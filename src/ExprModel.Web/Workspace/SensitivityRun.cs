using ExprModel.Core.Models;
using ExprModel.Core.Perturbation;
using ExprModel.Web.Export;
using ExprModel.Web.Simulation;

namespace ExprModel.Web.Workspace;

/// <summary>
/// The Workbench's sensitivity matrix (the library's <see cref="Sensitivity"/>: every read-out against every channel's
/// density) with what the page says beside it: which columns are per unit rather than log ratios, which read-outs are
/// quantised and the smallest entry they resolve.
/// </summary>
public sealed class SensitivityRun(ModelRunner runner, SimulationGate gate, Func<ModelDocument?> current, Func<Task> changed) : IDisposable
{
    public BackgroundJob Job { get; } = new(gate, changed);
    public SensitivityMatrix? Matrix { get; private set; }
    public string? MeasuredModelJson { get; private set; }
    public string MeasuredModelName { get; private set; } = "";

    /// <summary>Measures the matrix of the model as the controls set it now (1 + 2 x channels model variants).</summary>
    public void Start()
    {
        if (current() is not { } doc) return;
        Job.Start((checkpoint, token) =>
        {
            var cell = runner.Compile(doc).Model;
            Job.Report(0, 1 + 2 * cell.Channels.Count);
            return Sensitivity.Run(cell, SensitivitySettings.Default, (done, all) => { Job.Report(done, all); checkpoint(); }, token);
        }, matrix =>
        {
            Matrix = matrix;
            MeasuredModelJson = doc.ToJson();
            MeasuredModelName = doc.Name;
        });
    }

    /// <summary>Columns whose entries are in the read-out's unit per unit ln(density), not log ratios.</summary>
    public IReadOnlyList<SensitivityColumn> PerUnitColumns() =>
        Matrix?.Columns.Where(c => c.Kind == ElasticityKind.PerLogDensity).ToArray() ?? [];

    /// <summary>Columns found by grid searches, with the smallest entry their grid resolves.</summary>
    public IReadOnlyList<SensitivityColumn> QuantisedColumns() =>
        Matrix?.Columns.Where(c => c.Resolution is not null).ToArray() ?? [];

    /// <summary>Channels x read-outs as CSV (the library's table, as `exprmodel sensitivity`), with the caution; null before a run.</summary>
    public DownloadFile? Csv() =>
        Matrix is null ? null : new("sensitivity.csv", "text/csv", Matrix.ToCsv([ResearchCaution.Text, $"model: {MeasuredModelName}"]));

    public void Dispose() => Job.Dispose();
}
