namespace ExprModel.Web.Workspace;

/// <summary>
/// The protocol chosen in the Workbench's protocols area, as a share link stores it (inside <see cref="SnapshotProtocol"/>,
/// so older links without it still open): the kind, its settings by name in the units <see cref="ProtocolForms"/> gives,
/// and for an uploaded waveform its samples (uA/cm2).
/// </summary>
public sealed record InjectedProtocol
{
    /// <summary>One of <see cref="ProtocolForms.Kinds"/>.</summary>
    public string Kind { get; init; } = ProtocolForms.Pulse;
    public Dictionary<string, double> Values { get; init; } = [];
    public string? WaveformName { get; init; }
    public double[]? WaveformTimesMs { get; init; }
    public double[]? WaveformUaPerCm2 { get; init; }
}
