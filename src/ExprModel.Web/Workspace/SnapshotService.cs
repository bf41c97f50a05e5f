using System.Text.Json;
using ExprModel.Core.Models;
using ExprModel.Data.Store;
using ExprModel.Web.Simulation;

namespace ExprModel.Web.Workspace;

/// <summary>Saves and opens shared snapshots: pins the model, takes its read-outs, and writes it in one transaction.</summary>
public sealed class SnapshotService(SnapshotStore store, ModelRunner runner)
{
    public static readonly JsonSerializerOptions Json = new(JsonSerializerDefaults.Web)
    {
        NumberHandling = System.Text.Json.Serialization.JsonNumberHandling.AllowNamedFloatingPointLiterals,
    };

    public SnapshotStore Store => store;

    /// <param name="recorded">What was recorded from the model's cell or group, stored beside its read-outs.</param>
    public async Task<(Snapshot Snapshot, ReadoutSet Readouts)> SaveAsync(ModelDocument model, SnapshotProtocol protocol, string notes,
        string? parentId, byte[]? expression, string? expressionName, CancellationToken cancel, SnapshotRecorded? recorded = null)
    {
        if (parentId is not null && store.Find(parentId) is null) throw new UserInputException($"parentId: no shared model '{parentId}' exists.");
        var pinned = runner.Pin(model) with { Caution = ResearchCaution.Text };
        var readouts = await runner.ReadoutsAsync(pinned, cancel);
        var versions = pinned.Channels.Select(c => $"{c.Entry}@{c.Version}").Distinct().Order(StringComparer.Ordinal).ToArray();
        try
        {
            var snap = store.Save(new NewSnapshot
            {
                ParentId = parentId,
                ModelJson = pinned.ToJson(),
                CatalogVersions = versions,
                ProtocolJson = JsonSerializer.Serialize(protocol, Json),
                ReadoutsJson = JsonSerializer.Serialize(readouts.Rows, Json),
                Notes = notes,
                Expression = expression,
                ExpressionName = expressionName,
                RecordedJson = recorded is null ? null : JsonSerializer.Serialize(recorded, Json),
            });
            return (snap, readouts);
        }
        catch (SnapshotException e)
        {
            throw new UserInputException(e.Message);
        }
    }

    /// <summary>Opens a snapshot and re-runs its read-outs; null when there is no such snapshot.</summary>
    public async Task<OpenedSnapshot?> OpenAsync(string id, CancellationToken cancel)
    {
        var snap = store.Find(id);
        if (snap is null) return null;
        var model = ModelRunner.Parse(snap.ModelJson, $"snapshot {id}");
        var protocol = JsonSerializer.Deserialize<SnapshotProtocol>(snap.ProtocolJson, Json) ?? new SnapshotProtocol();
        var saved = JsonSerializer.Deserialize<List<ReadoutRow>>(snap.ReadoutsJson, Json) ?? [];
        var rerun = await runner.ReadoutsAsync(model, cancel);
        var recorded = snap.RecordedJson is { } r ? JsonSerializer.Deserialize<SnapshotRecorded>(r, Json) : null;
        return new OpenedSnapshot(snap, model, protocol, saved, rerun.Rows) { Recorded = recorded };
    }
}
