using ExprModel.Core.Models;
using ExprModel.Web.Simulation;

namespace ExprModel.Web.Workspace;

/// <summary>
/// The user's own f-I sweep, run in chunks of the library's <see cref="ExprModel.Core.Analysis.AmplitudeGrid.Chunks"/>
/// so the page shows progress and the user can cancel between chunks. A new sweep cancels the one before.
/// </summary>
public sealed class FiSweepJob(ModelRunner runner, Func<Task> changed) : IDisposable
{
    private CancellationTokenSource? _cts;

    public bool Busy { get; private set; }
    /// <summary>The user stopped the last sweep.</summary>
    public bool Cancelled { get; private set; }
    /// <summary>Steps done of <see cref="Total"/>.</summary>
    public int Done { get; private set; }
    public int Total { get; private set; }
    /// <summary>The sweep started last (completed when it ends, however it ends).</summary>
    public Task Running { get; private set; } = Task.CompletedTask;

    /// <param name="finished">Gets the whole curve.</param>
    /// <param name="failed">Gets a message for the user.</param>
    public void Start(ModelDocument doc, FiProtocol sweep, Action<IReadOnlyList<FiRow>> finished, Action<string> failed)
    {
        _cts?.Cancel();
        _cts?.Dispose();
        _cts = new CancellationTokenSource();
        Running = RunAsync(doc, sweep, finished, failed, _cts.Token);
    }

    private async Task RunAsync(ModelDocument doc, FiProtocol sweep, Action<IReadOnlyList<FiRow>> finished, Action<string> failed, CancellationToken token)
    {
        try
        {
            Busy = true; Cancelled = false; Done = 0; Total = sweep.Steps;
            await changed();
            var all = new List<FiRow>();
            foreach (var chunk in sweep.Grid.Chunks())
            {
                all.AddRange(await runner.FiAsync(doc, sweep.Over(chunk), token));
                Done = all.Count;
                _ = changed();
            }
            finished(all);
            Busy = false;
            await changed();
        }
        catch (OperationCanceledException) { }
        catch (Exception e) when (e is UserInputException or SimulationTimeoutException)
        {
            if (token.IsCancellationRequested) return;
            failed(e.Message);
            Busy = false;
            await changed();
        }
    }

    /// <summary>Stops the sweep because another curve replaces it (no "cancelled" message).</summary>
    public void Supersede()
    {
        _cts?.Cancel();
        Busy = false;
    }

    /// <summary>Stops the sweep at the user's request.</summary>
    public void Cancel()
    {
        _cts?.Cancel();
        Busy = false;
        Cancelled = true;
    }

    public void Dispose()
    {
        _cts?.Cancel();
        _cts?.Dispose();
    }
}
┄┄┄┄┄┄┄┄┄┄
:: YOUR TASK ::
The stopping point is the line containing "public SensitivityMatrix? Matrix". Reproduce exactly every line of the material from the first through that one.

:: WRITTEN SOLUTION ::
filename src/ExprModel.Web/Workspace/SensitivityRun.cs
using ExprModel.Core.Models;
using ExprModel.Core.Perturbation;
using ExprModel.Web.Export;
using ExprModel.Web.Simulation;

namespace ExprModel.Web.Workspace;

/// <summary>
/// The Workbench's sensitivity matrix (the library's <see cref="Sensitivity"/>: every read-out against every channel's
/// density) with what the page says beside it: which columns are per unit rather than log ratios, which read-outs are
/// quantised and the smallest entry they resolve.
/// </summary>
public sealed class SensitivityRun(ModelRunner runner, SimulationGate gate, Func<ModelDocument?> current, Func<Task> changed) : IDisposable
{
    public BackgroundJob Job { get; } = new(gate, changed);
    public SensitivityMatrix? Matrix { get; private set; }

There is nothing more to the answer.